Voyage au coeur de la Havane
Salsa et dollars
Dès le premier soir, nous apprécions le goût puissant et sucré du café cubain dans une petite cafétéria de la vieille Havane, le quartier historique de la capitale. La nuit est courte et c'est un air de reggae qui vient de la rue qui nous réveille le lendemain. Plus tard, ce sera de la musique italienne, dont les Cubains semblent particulièrement friands. Dans un bar où nous prenons nos habitudes, une chanteuse de tango émouvante, Ketty Angel, nous dédicace une chanson qui parle de Paris et de l'amour. Elle voudrait tellement chanter en français La vie en rose, Les feuilles mortes. Cette femme me rappelle un petit peu les films de Pedro Almodovar. Une femme belle et triste.
Mais la musique, c'est aussi bien sûr la salsa. Pas un Cubain qui ne sache danser. On peut y voir une manière d'exorciser des conditions de vie difficiles, même si le gouvernement assure le minimum vital. Grâce à la libreta (une sorte de carte de rationnement), les Cubains se procurent pour une somme dérisoire les produits de première nécessité : café, sucre, riz, viande, tabac, allumettes, etc. Toujours avec leur monnaie nationale, ils peuvent acheter fruits et légumes au marché. Cela devient beaucoup plus compliqué lorsqu'il s'agit de produits " d'agrément " : la sauce tomate, le fromage, mais aussi le dentifrice ou le shampooing se payent en dollars. À titre d'exemple, une bouteille de jus d'orange coûte 1,50 dollar, quand le salaire moyen atteint difficilement les 10 dollars par mois.
L'essentiel des échanges se passe donc au marché noir, qui représente une part extrêmement importante de la vie des Cubains. On s'y procure des cosmétiques, des vêtements, des disques, du rhum, et toutes les choses qu'un salaire local ne suffit pas à payer dans le cycle légal de l'économie.

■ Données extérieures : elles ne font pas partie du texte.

"""How an input file becomes a frame: the one reader behind the command line and pipelines.

:func:`read_source` is the only place where a file named by a user (``path`` or
``path:layer``) is turned into a (Geo)DataFrame, so every tool, the command line
and the pipeline read files the same way, and a tool that needs the raw table
and the file name (the attitude ingest) gets both: the frame's ``attrs`` carry
``source`` (the path as given) and ``layer``.
"""

from __future__ import annotations

import csv
import io
import logging
import os
from pathlib import Path
from typing import Any

import geopandas as gpd
import pandas as pd
import pyogrio
import pyproj

from thrustmap.errors import CRSError, InputError, ParameterError, SourceNotFoundError

__all__ = [
    "split_source",
    "read_source",
    "parse_crs",
    "working_crs",
    "is_projected_metric",
    "TABLE_SUFFIXES",
    "SHEET_SUFFIXES",
    "ENGINES",
]

log = logging.getLogger(__name__)

#: Delimited text read as tables of strings.
TABLE_SUFFIXES = {".csv": ",", ".tsv": "\t", ".txt": None}
#: Spreadsheets read as tables of strings, one sheet per layer.
SHEET_SUFFIXES = (".xlsx", ".xlsm", ".xls")
#: Vector I/O engines geopandas can read and write with.
ENGINES = ("pyogrio", "fiona")


def split_source(source: str | os.PathLike[str]) -> tuple[Path, str | None]:
    """Split ``"path:layer"`` into the path and the layer name.

    A source that exists as a file is a path even when it contains a colon
    (Windows drives); otherwise the text after the last colon is the layer.

    Examples
    --------
    >>> split_source("scenario.gpkg:stations")
    (PosixPath('scenario.gpkg'), 'stations')
    >>> split_source("field_sheet.csv")
    (PosixPath('field_sheet.csv'), None)
    """
    text = os.fspath(source)
    path = Path(text)
    if ":" in text and not path.exists():
        head, tail = text.rsplit(":", 1)
        if head and tail and "/" not in tail and "\\" not in tail:
            return Path(head), tail
    return path, None


def working_crs(crs: Any) -> pyproj.CRS:
    """The working CRS from any pyproj-readable definition; it must be projected.

    Raises
    ------
    CRSError
        When the definition is unknown or the CRS is not projected (distances
        in a geographic CRS would be in degrees).

    Examples
    --------
    >>> working_crs("EPSG:32633").name
    'WGS 84 / UTM zone 33N'
    """
    parsed = parse_crs(crs)
    if not parsed.is_projected:
        raise CRSError(
            f"working CRS {crs!r} ({parsed.name}) is not projected; distances need a projected "
            "CRS in metres, such as the local UTM zone",
            field="crs",
            value=crs,
        )
    return parsed


def is_projected_metric(crs: pyproj.CRS) -> bool:
    """Whether a CRS is projected with both horizontal axes in metres.

    Examples
    --------
    >>> is_projected_metric(pyproj.CRS("EPSG:32633")), is_projected_metric(pyproj.CRS("EPSG:2227"))
    (True, False)
    """
    return crs.is_projected and all(
        (a.unit_name or "").lower() in ("metre", "meter") for a in crs.axis_info[:2]
    )


def parse_crs(crs: Any) -> pyproj.CRS:
    """A CRS from any pyproj-readable definition (``"EPSG:4326"``, WKT, PROJ string).

    Raises
    ------
    CRSError
        When the definition is unknown.

    Examples
    --------
    >>> parse_crs("EPSG:4326").is_geographic
    True
    """
    try:
        return pyproj.CRS.from_user_input(crs)
    except pyproj.exceptions.CRSError as exc:
        raise CRSError(f"unknown CRS {crs!r}: {exc}", field="crs", value=crs) from None


def read_source(
    source: str | os.PathLike[str],
    *,
    layer: str | None = None,
    crs: Any = None,
    to_crs: Any = None,
    engine: str | None = None,
) -> pd.DataFrame:
    """Read one input: a vector layer, a delimited text table or a spreadsheet sheet.

    * ``.csv``, ``.tsv``, ``.txt``: a DataFrame of strings (every column read as
      text, empty cells as ``""``), so that nothing is lost before validation.
      A ``.csv`` whose header is split by ``;`` is read with that delimiter;
      UTF-8 (with or without a byte-order mark) is read first, else Latin-1.
    * ``.xlsx``, ``.xlsm``, ``.xls``: the sheet named by the layer (default the
      first), as a DataFrame of strings.
    * anything else is a vector source read with geopandas through pyogrio:
      a GeoDataFrame, or a DataFrame for a layer without geometry. A source
      holding several layers needs the layer named.

    Parameters
    ----------
    source : str or path
        ``"path"`` or ``"path:layer"``; a layer in the source wins over ``layer``.
    layer : str, optional
        Layer (or sheet) to read when ``source`` names none.
    crs : optional
        CRS of the coordinates when the file declares none: assigned to a
        GeoDataFrame without a CRS, recorded as ``attrs["crs"]`` on a table (whose
        coordinate columns the reader cannot know).
    to_crs : optional
        Working CRS (see :func:`working_crs`): a GeoDataFrame is reprojected to it,
        and one with no CRS at all is taken to be in it.
    engine : {"pyogrio", "fiona"}, optional
        Vector I/O engine (default pyogrio); not used for text and spreadsheets.

    Returns
    -------
    DataFrame or GeoDataFrame
        With ``attrs["source"]`` (the path as given) and ``attrs["layer"]``.

    Raises
    ------
    SourceNotFoundError
        When the file does not exist.
    InputError
        When the file cannot be read, the layer does not exist (the message lists
        the layers) or a layer is needed and none was named.
    CRSError
        When ``crs`` or ``to_crs`` is not a usable CRS.

    Examples
    --------
    >>> import tempfile
    >>> folder = Path(tempfile.mkdtemp())
    >>> _ = (folder / "sheet.csv").write_text("stn,attitude\\nA,030/45\\nB,\\n")
    >>> frame = read_source(folder / "sheet.csv")
    >>> frame.values.tolist(), frame.attrs["layer"]
    ([['A', '030/45'], ['B', '']], None)
    """
    path, named = split_source(source)
    layer = named if named is not None else layer
    shown = str(path)
    if not path.exists():
        raise SourceNotFoundError(f"file {shown}: not found")
    suffix = path.suffix.lower()
    if suffix in TABLE_SUFFIXES:
        if named is not None:
            raise InputError("a delimited text file has no layers", source=shown, layer=named)
        frame = _read_text(path, TABLE_SUFFIXES[suffix])
        layer = None
    elif suffix in SHEET_SUFFIXES:
        frame, layer = _read_sheet(path, layer)
    else:
        frame, layer = _read_vector(path, layer, engine or "pyogrio")
    frame.attrs["source"] = shown
    frame.attrs["layer"] = layer
    if isinstance(frame, gpd.GeoDataFrame):
        frame = _place(frame, crs, to_crs, shown, layer)
    elif crs is not None:
        frame.attrs["crs"] = parse_crs(crs).to_string()
    log.debug("read %s%s: %d rows", shown, f":{layer}" if layer else "", len(frame))
    return frame


def _read_text(path: Path, sep: str | None) -> pd.DataFrame:
    data = path.read_bytes()
    try:
        text = data.decode("utf-8-sig")
    except UnicodeDecodeError:
        log.warning("%s is not UTF-8; reading it as Latin-1", path)
        text = data.decode("latin-1")
    if sep == ",":
        header = text.split("\n", 1)[0]
        sep = max((",", ";"), key=lambda d: len(next(csv.reader([header], delimiter=d), [])))
    try:
        return pd.read_csv(
            io.StringIO(text),
            sep=sep,
            dtype=str,
            keep_default_na=False,
            engine="python" if sep is None else "c",
        )
    except (pd.errors.ParserError, pd.errors.EmptyDataError) as exc:
        raise InputError(f"cannot read as a delimited table: {exc}", source=str(path)) from None


def _read_sheet(path: Path, layer: str | None) -> tuple[pd.DataFrame, str]:
    try:
        book = pd.ExcelFile(path)
    except Exception as exc:  # the engines raise many unrelated types for a damaged file
        raise InputError(f"cannot read as a spreadsheet: {exc}", source=str(path)) from None
    with book:
        sheets = [str(s) for s in book.sheet_names]
        sheet = sheets[0] if layer is None else layer
        if sheet not in sheets:
            raise InputError(
                f"no such sheet; sheets are: {', '.join(sheets)}", source=str(path), layer=layer
            )
        frame = pd.read_excel(book, sheet_name=sheet, dtype=str, keep_default_na=False)
    return frame, sheet


def _read_vector(path: Path, layer: str | None, engine: str) -> tuple[pd.DataFrame, str]:
    if engine not in ENGINES:
        raise ParameterError(f"engine={engine!r} is not valid; choose one of {', '.join(ENGINES)}")
    try:
        layers = [str(name) for name in pyogrio.list_layers(path)[:, 0]]
    except pyogrio.errors.DataSourceError as exc:
        raise InputError(f"cannot open as a vector source: {exc}", source=str(path)) from None
    if layer is None:
        if len(layers) != 1:
            raise InputError(
                f"holds {len(layers)} layers; name one as FILE:LAYER (or --layer): {', '.join(layers)}",
                source=str(path),
            )
        layer = layers[0]
    elif layer not in layers:
        raise InputError(
            f"no such layer; layers are: {', '.join(layers)}", source=str(path), layer=layer
        )
    try:
        frame = gpd.read_file(path, layer=layer, engine=engine)
    except (pyogrio.errors.DataSourceError, pyogrio.errors.DataLayerError) as exc:
        raise InputError(f"cannot read: {exc}", source=str(path), layer=layer) from None
    return frame, layer


def _place(
    frame: gpd.GeoDataFrame, crs: Any, to_crs: Any, shown: str, layer: str | None
) -> gpd.GeoDataFrame:
    attrs = dict(frame.attrs)
    if frame.crs is None and crs is not None:
        frame = frame.set_crs(parse_crs(crs))
    if to_crs is not None:
        target = working_crs(to_crs)
        if frame.crs is None:
            log.warning(
                "%s%s declares no CRS; taken to be in %s",
                shown,
                f":{layer}" if layer else "",
                target.name,
            )
            frame = frame.set_crs(target)
        elif not frame.crs.equals(target):
            frame = frame.to_crs(target)
    frame.attrs.update(attrs)
    return frame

La dollarisation mine Cuba et pourrait bien la mener à sa perte. Pourtant la " cubanité " existe encore, et nous l'avons rencontrée. Une culture unique au monde, insulaire et métissée dans une île qui est un gigantesque mélange de couleurs, de sons et de gentillesse.
De grosses américaines splendides, bleues, rouges, jaunes, une ambiance Buena Vista Social Club au coin de chaque rue. Mais aussi du Coca, des Lucky Strike, de la techno : l'Amérique si loin, si proche.